Hepatitis C Treatments
Melissa Conrad Stöppler, MD
Melissa Conrad Stöppler, MD
Melissa Conrad Stöppler, MD, is a U.S. board-certified Anatomic Pathologist with subspecialty training in the fields of Experimental and Molecular Pathology. Dr. Stöppler's educational background includes a BA with Highest Distinction from the University of Virginia and an MD from the University of North Carolina. She completed residency training in Anatomic Pathology at Georgetown University followed by subspecialty fellowship training in molecular diagnostics and experimental pathology.
At the 2012 meeting of the American Association for the Study of Liver Disease in Boston, the results of many trials of new drugs were presented that suggest that it soon may be possible to eradicate hepatitis C virus in almost all infected patients with fewer side effects from drugs and with shorter durations of treatment. The prevention of infection with hepatitis C virus ultimately will require the development of a vaccine to prevent spread of infection; however, the development of a vaccine has been difficult to realize.

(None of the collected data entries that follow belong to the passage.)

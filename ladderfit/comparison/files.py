"""A comparison of results in words, and as tables in a folder."""

from __future__ import annotations

import math
from pathlib import Path
from typing import Any

import numpy as np

from ladderfit.comparison.resampling import SAMPLES
from ladderfit.comparison.results import ResultComparison, headline_shifts
from ladderfit.ladder_file import as_written
from ladderfit.names import base_name, parameter
from ladderfit.report.cells import (
    Cell,
    PaperTable,
    Symbol,
    Words,
    number_column,
    quoted,
    text_column,
)
from ladderfit.report.files import write_tables
from ladderfit.rounding import last_place, rounded, to_place
from ladderfit.wording import aligned, printable


def comparison_text(found: ResultComparison) -> str:
    """What differs between results and what moved, for a terminal."""
    sections = [
        ("Results", _results(found)),
        ("Data shared", _shared(found)),
        ("Choices that differ", _choices(found)),
        ("Parameters", aligned(_parameter_rows(found))),
        ("How the errors of the shifts were found", [method(found), *found.notes]),
    ]
    for place in range(1, len(found.labels)):
        heading = f"Shift from {found.labels[0]} to {found.labels[place]}"
        sections.append((printable(heading), aligned(_shift_rows(found, place))))
    return "\n\n".join(
        "\n".join([heading, *(f"  {line}" for line in lines)])
        for heading, lines in sections
        if lines
    )


def _results(found: ResultComparison) -> list[str]:
    return aligned(
        (printable(label), printable(result.choices.title), f"{result.size:,} draws")
        for label, result in zip(found.labels, found.results, strict=True)
    )


def _shared(found: ResultComparison) -> list[str]:
    rows = [
        (SAMPLES[kind], f"{common:,} in all of them", " / ".join(f"{n:,}" for n in counts))
        for kind, (counts, common) in found.shared.items()
    ]
    return aligned(rows)


def _choices(found: ResultComparison) -> list[str]:
    rows = [
        (printable(key), *(printable(as_written(value)) for value in values))
        for key, values in found.differences.items()
    ]
    if not rows:
        return ["none"]
    return aligned([("key", *(printable(label) for label in found.labels)), *rows])


def _parameter_rows(found: ResultComparison) -> list[tuple[str, ...]]:
    rows = [("", *(printable(label) for label in found.labels), "")]
    for name in found.parameters:
        if base_name(name) != "modulus":
            rows.append((printable(name), *_values(found, name), parameter(name).unit))
    return rows


def _values(found: ResultComparison, name: str) -> list[str]:
    cells = []
    for result in found.results:
        known = name in result.draws
        ess = result.diagnostics.ess.get(name)
        cells.append(str(quoted(result.draws[name], ess)) if known else "")
    return cells


def method(found: ResultComparison) -> str:
    """How the errors of the shifts came about, in a sentence or two."""
    if found.reason:
        return (
            f"Nothing was resampled: {found.reason}. The error of a shift then lies between the "
            "difference and the sum of the two errors, whatever the results share."
        )
    known = 100.0 / math.sqrt(2.0 * max(found.resamples - 1, 1))
    return (
        f"{found.resamples:,} joint resamples: an object that several results use comes as often "
        "in each, and an anchor errs alike in each. The error is the spread of the shift, itself "
        f"known to {known:.0f} %; it says how far sampling alone would move it, not whether one "
        "of the choices is right."
    )


def _shift_rows(found: ResultComparison, place: int) -> list[tuple[str, ...]]:
    resampled = not found.reason
    rows: list[tuple[str, ...]] = [("", "shift", "in its errors" if resampled else "its error", "")]
    for name, row in headline_shifts(found, place).iterrows():
        error = row["error"] if resampled else row["most"]
        value = _rounded(row["shift"], error)
        if resampled:
            last = _ratio(row)
            value = str(rounded(row["shift"], error)) if error > 0.0 else value
        else:
            last = f"{_rounded(row['least'], error)} to {_rounded(row['most'], error)}"
        rows.append((printable(str(name)), value, last, str(row["unit"])))
    return rows


def _ratio(row: Any) -> str:
    """A shift in its errors, unless both are Monte Carlo noise."""
    if row["error"] < row["mcse"]:
        return "less than the Monte Carlo error"
    return to_place(row["ratio"], -1) if math.isfinite(row["ratio"]) else ""


def _rounded(value: float, error: float) -> str:
    if math.isfinite(error) and error > 0.0:
        return to_place(value, last_place(error))
    return f"{value:.3g}"


def shift_table(found: ResultComparison, place: int) -> PaperTable:
    """Shifts of every parameter, moduli included, from the first result to another."""
    shifts = found.shift(place)
    names = [str(name) for name in shifts.index]
    columns = [text_column("parameter", names)]
    columns += [
        number_column(name, shifts[name], words=words)
        for name, words in (
            ("shift", "mean less the first result's"),
            ("error", "by joint resampling"),
            ("ratio", "shift over error"),
            ("least", "the error can be, whatever is shared"),
            ("most", "the error can be"),
            ("independent", "the error were nothing shared"),
            ("mcse", "Monte Carlo error of the shift"),
        )
    ]
    columns.append(text_column("unit", [parameter(name).unit for name in names]))
    rows: list[tuple[Cell, ...]] = []
    for name, row in shifts.iterrows():
        error = row["most"] if not np.isfinite(row["error"]) else row["error"]
        bounds = f"{_rounded(row['least'], error)} to {_rounded(row['most'], error)}"
        own = _rounded(row["error"], error) if np.isfinite(row["error"]) else ""
        rows.append((Symbol(str(name)), _rounded(row["shift"], error), own, _ratio(row), bounds))
    return PaperTable(
        name=f"shifts_{place}",
        title=f"Shifts from {found.labels[0]} to {found.labels[place]}",
        columns=tuple(columns),
        head=("Parameter", "Shift", "Error", "Ratio", "Bounds of the error"),
        rows=tuple(rows),
        notes=(method(found), *found.notes),
    )


def choices_table(found: ResultComparison) -> PaperTable:
    """The choices that differ, a column per result."""
    keys = list(found.differences)
    texts = [[as_written(v) for v in found.differences[key]] for key in keys]
    columns = [text_column("key", keys)]
    columns += [
        text_column(f"result_{place + 1}", [row[place] for row in texts], label)
        for place, label in enumerate(found.labels)
    ]
    rows = tuple(
        (Words(key), *(Words(value) for value in row)) for key, row in zip(keys, texts, strict=True)
    )
    return PaperTable(
        name="choices",
        title="Choices that differ",
        columns=tuple(columns),
        head=("Key", *found.labels),
        rows=rows,
    )


def write_comparison(found: ResultComparison, folder: Path) -> None:
    """Write the shifts and the choices that differ into an existing folder.

    Raises
    ------
    OSError
        If a file cannot be written.
    """
    tables = [shift_table(found, place) for place in range(1, len(found.labels))]
    if found.differences:
        tables.append(choices_table(found))
    write_tables(tables, folder, " and ".join(found.labels))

Chronic infection with hepatitis C virus is a serious problem. Hepatitis C virus will become a chronic infection in up to 85% of persons infected with the virus. Although the number of new cases of chronic infection with hepatitis C virus has decreased from a high of 200,000 to 7,000 yearly, over the past 10 to 15 years a large pool of chronically infected patients--approximately three million in the U.S.--has developed that needs treatment. Chronic infection leads to cirrhosis of the liver and ultimately to failure of the liver, liver cancer, and life-threatening gastrointestinal bleeding. At these later stages, the only effective treatment has been transplantation of the liver, and hepatitis C virus has become the leading reason for transplantation of the liver in the U.S.
Treatment of chronic hepatitis C virus until now has utilized two types of drugs in combination. One type, interferon, targets an infected person's immune system, stimulating the immune system to attack the virus. The second type of drug, ribavirin (Rebetol, Copegus), interferes with the production of the ribonucleic acid (RNA) that makes up the genetic material of hepatitis C virus. The genetic material of hepatitis C virus is responsible for taking over the infected human cells and directing the cells to produce more virus, at the same time interfering with normal function of the cells. If the genetic material cannot be reproduced, no new virus forms, and the spread of virus to other cells in the body is halted. Unfortunately, however, existing virus remains. (The patient still is infected.)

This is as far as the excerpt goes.